WORK REQUEST:
For the word "closed", count the lines below that contain it. Give the number alone.

^^^^

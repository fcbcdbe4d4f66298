"""Exact lognormal limits: non-central t for the exceedance fraction and the
95th percentile, Land's interval for the arithmetic mean."""

from __future__ import annotations

import numpy as np
import pytest
from scipy import stats
from scipy.integrate import quad
from scipy.special import ndtr, ndtri

from doseattr.core.hygiene.lognormal_exact import (
    exceedance_exact,
    land_cdf,
    log_summary,
    mean_land,
    mvue_mean,
    percentile_exact,
)
from doseattr.errors import ModelError

Z95 = float(ndtri(0.95))


def _sample(n: int, sigma: float, seed: int, mu: float = 0.0) -> np.ndarray:
    return np.exp(np.random.default_rng(seed).normal(mu, sigma, n))


def _stats(x: np.ndarray) -> tuple[int, float, float]:
    y = np.log(x)
    return y.size, float(y.mean()), float(y.std(ddof=1))


@pytest.mark.parametrize("n, sigma, conf", [(3, 0.4, 0.70), (6, 1.0, 0.70), (25, 0.7, 0.95)])
def test_utl_k_factor_solves_the_nct_coverage_identity(n, sigma, conf):
    x = _sample(n, sigma, seed=n)
    _, ybar, s = _stats(x)
    b = percentile_exact(x, confidence=conf, level=0.90)
    rn = np.sqrt(n)
    for value, prob in ((b.ucl, conf), (b.lower, 0.05), (b.upper, 0.95)):
        k = (np.log(value) - ybar) / s
        # scipy.stats.nct: P(T' <= K sqrt(n)) with T' ~ t'(n-1, z95 sqrt(n)) is the coverage
        assert stats.nct.cdf(k * rn, n - 1, Z95 * rn) == pytest.approx(prob, abs=1e-9)
    # closed form: the estimate is exp(ybar + z95 s)
    assert b.estimate == pytest.approx(np.exp(ybar + Z95 * s), rel=1e-12)


@pytest.mark.parametrize("n, limit", [(4, 2.0), (10, 1.5), (40, 3.0), (12, 0.8)])
def test_exceedance_limits_plug_back_into_the_nct_cdf(n, limit):
    x = _sample(n, 0.8, seed=100 + n)
    _, ybar, s = _stats(x)
    b = exceedance_exact(x, limit, confidence=0.70, level=0.95)
    rn = np.sqrt(n)
    t_obs = rn * (np.log(limit) - ybar) / s
    for value, prob in ((b.ucl, 0.70), (b.upper, 0.975), (b.lower, 0.025)):
        delta = -rn * ndtri(value)  # F = Phi(-delta / sqrt(n)) inverted (closed form)
        # scipy.stats.nct: the limit's non-centrality puts the observed t at that quantile
        assert stats.nct.cdf(t_obs, n - 1, delta) == pytest.approx(prob, abs=1e-8)
    assert b.lower < b.estimate < b.ucl < b.upper
    # closed form: plug-in estimate with s of divisor n - 1
    assert b.estimate == pytest.approx(ndtr(-(np.log(limit) - ybar) / s), rel=1e-12)


@pytest.mark.parametrize("conf", [0.70, 0.95])
def test_exceedance_ucl_at_the_utl_is_the_percentile_fraction(conf):
    # closed form (derived): the same pivot gives both, so at L = UTL(p95, c)
    # the one-sided upper limit of P(X > L) at c is exactly 0.05
    x = _sample(9, 1.2, seed=7)
    utl = percentile_exact(x, confidence=conf).ucl
    assert utl is not None
    assert exceedance_exact(x, utl, confidence=conf).ucl == pytest.approx(0.05, rel=1e-7)


@pytest.mark.slow
def test_exceedance_limits_cover_by_simulation():
    # simulation, seeded: n = 8, mu 0, sigma 1, L such that F = 0.10; 1500 replicates.
    # Binomial SE at 0.70 is 0.012 and at 0.95 0.0056; tolerance 4 SE.
    rng = np.random.default_rng(20261203)
    n, reps, f_true = 8, 1500, 0.10
    limit = float(np.exp(ndtri(1 - f_true)))
    one = two = 0
    for _ in range(reps):
        b = exceedance_exact(np.exp(rng.normal(0.0, 1.0, n)), limit, confidence=0.70, level=0.95)
        one += b.ucl >= f_true
        two += b.lower <= f_true <= b.upper
    assert abs(one / reps - 0.70) < 4 * np.sqrt(0.70 * 0.30 / reps)
    assert abs(two / reps - 0.95) < 4 * np.sqrt(0.95 * 0.05 / reps)


@pytest.mark.parametrize("n, sigma, shift", [(3, 0.5, 0.3), (8, 2.0, -1.0), (30, 1.0, 2.5),
                                             (1000, 3.0, 0.0), (1500, 0.3, 1.0)])
def test_land_cdf_matches_adaptive_quadrature(n, sigma, shift):
    # scipy.integrate.quad of the same conditional density (docstring of land_cdf)
    x = _sample(n, sigma, seed=n)
    _, ybar, s = _stats(x)
    theta0 = ybar + s * s / 2 + shift * np.sqrt(s * s / n + s**4 / (2 * (n + 1)))
    rn = np.sqrt(n)
    d, spread = rn * (ybar - theta0), np.sqrt(n - 1) * s
    a, phi_obs = 0.5 * rn * np.hypot(spread, d), np.arctan2(spread, d)
    grid = np.linspace(1e-9, np.pi - 1e-9, 20001)
    h = -a * np.cos(grid) + (n - 2) * np.log(np.sin(grid))
    peak, mode = h.max(), grid[np.argmax(h)]

    def f(p: float) -> float:
        return float(np.exp(-a * np.cos(p) + (n - 2) * np.log(np.sin(p)) - peak))

    kw = {"limit": 500, "epsabs": 0.0, "epsrel": 1e-11}
    above = quad(f, phi_obs, np.pi, points=[max(mode, phi_obs)] if mode < np.pi else None, **kw)[0]
    below = quad(f, 0.0, phi_obs, points=[min(mode, phi_obs)] if mode > 0 else None, **kw)[0]
    assert land_cdf(theta0, n, ybar, s) == pytest.approx(above / (above + below), rel=1e-7,
                                                         abs=1e-14)


def test_land_limits_are_equivariant_under_a_shift_of_ln_x():
    # closed form: the conditional test depends on ybar - theta0 only, so
    # multiplying every value by e^c multiplies every limit by e^c
    x = _sample(7, 1.3, seed=3)
    base, moved = mean_land(x, confidence=0.95), mean_land(x * np.exp(1.7), confidence=0.95)
    for a, b in ((base.lower, moved.lower), (base.upper, moved.upper), (base.ucl, moved.ucl),
                 (base.estimate, moved.estimate)):
        assert b == pytest.approx(a * np.exp(1.7), rel=1e-8)


def test_land_limits_approach_the_cox_interval_for_large_n():
    # Cox's approximation exp(ybar + s^2/2 +- z sqrt(s^2/n + s^4/(2(n+1)))) (from memory);
    # first-order agreement only: within 1 % of the limit at n = 3000
    x = _sample(3000, 1.0, seed=11)
    n, ybar, s = _stats(x)
    b = mean_land(x, confidence=0.95, level=0.95)
    se = np.sqrt(s * s / n + s**4 / (2 * (n + 1)))
    z = ndtri(0.975)
    assert b.lower == pytest.approx(np.exp(ybar + s * s / 2 - z * se), rel=0.01)
    assert b.upper == pytest.approx(np.exp(ybar + s * s / 2 + z * se), rel=0.01)
    assert b.ucl == pytest.approx(np.exp(ybar + s * s / 2 + ndtri(0.95) * se), rel=0.01)


def test_land_limits_solve_their_tail_equations():
    # the definition: the conditional CDF equals the tail probability at each limit
    x = _sample(5, 2.0, seed=5)
    n, ybar, s = _stats(x)
    b = mean_land(x, confidence=0.90, level=0.95)
    for value, prob in ((b.lower, 0.975), (b.upper, 0.025), (b.ucl, 0.10)):
        assert land_cdf(float(np.log(value)), n, ybar, s) == pytest.approx(prob, abs=1e-9)


def test_mvue_of_the_mean_is_unbiased_by_simulation():
    # simulation, seeded: 8000 samples of n = 5, sigma = 1; true mean e^(1/2).
    # The MVUE's SD here is about 0.85, so the standard error is about 0.01; tolerance 4 SE
    rng = np.random.default_rng(42)
    y = rng.normal(0.0, 1.0, (8000, 5))
    est = np.array([mvue_mean(5, float(r.mean()), float(r.std(ddof=1))) for r in y])
    assert abs(est.mean() - np.exp(0.5)) < 4 * est.std() / np.sqrt(est.size)


def _land_coverage(n: int, sigma: float, reps: int, seed: int) -> tuple[float, float]:
    rng = np.random.default_rng(seed)
    mu = 0.3
    true_mean = np.exp(mu + sigma**2 / 2)
    low = up = 0
    for _ in range(reps):
        b = mean_land(np.exp(rng.normal(mu, sigma, n)), confidence=0.95, level=0.90)
        low += b.lower <= true_mean
        up += b.ucl >= true_mean
    return low / reps, up / reps


@pytest.mark.slow
@pytest.mark.parametrize("n, sigma", [(5, 0.5), (5, 2.0), (20, 0.5), (20, 2.0)])
def test_land_one_sided_limits_cover_by_simulation(n, sigma):
    # simulation, seeded: 1500 replicates; each one-sided 95 % limit (the lower
    # end of the 90 % interval, the upper limit at confidence 0.95) should cover
    # 0.95; binomial SE 0.0056, tolerance 4 SE
    reps = 1500
    low, up = _land_coverage(n, sigma, reps, seed=1000 * n + int(10 * sigma))
    tol = 4 * np.sqrt(0.95 * 0.05 / reps)
    assert abs(low - 0.95) < tol
    assert abs(up - 0.95) < tol


def test_inputs_are_checked():
    with pytest.raises(ModelError, match="at least 3"):
        percentile_exact([1.0, 2.0])
    with pytest.raises(ModelError, match="positive"):
        mean_land([1.0, -2.0, 3.0])
    with pytest.raises(ModelError, match="equal"):
        log_summary([2.0, 2.0, 2.0])
    with pytest.raises(ModelError, match="confidence"):
        exceedance_exact([1.0, 2.0, 3.0], 2.0, confidence=0.4)
    with pytest.raises(ModelError, match="limit"):
        exceedance_exact([1.0, 2.0, 3.0], 0.0)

^^^^

RESPONSE AREA:
5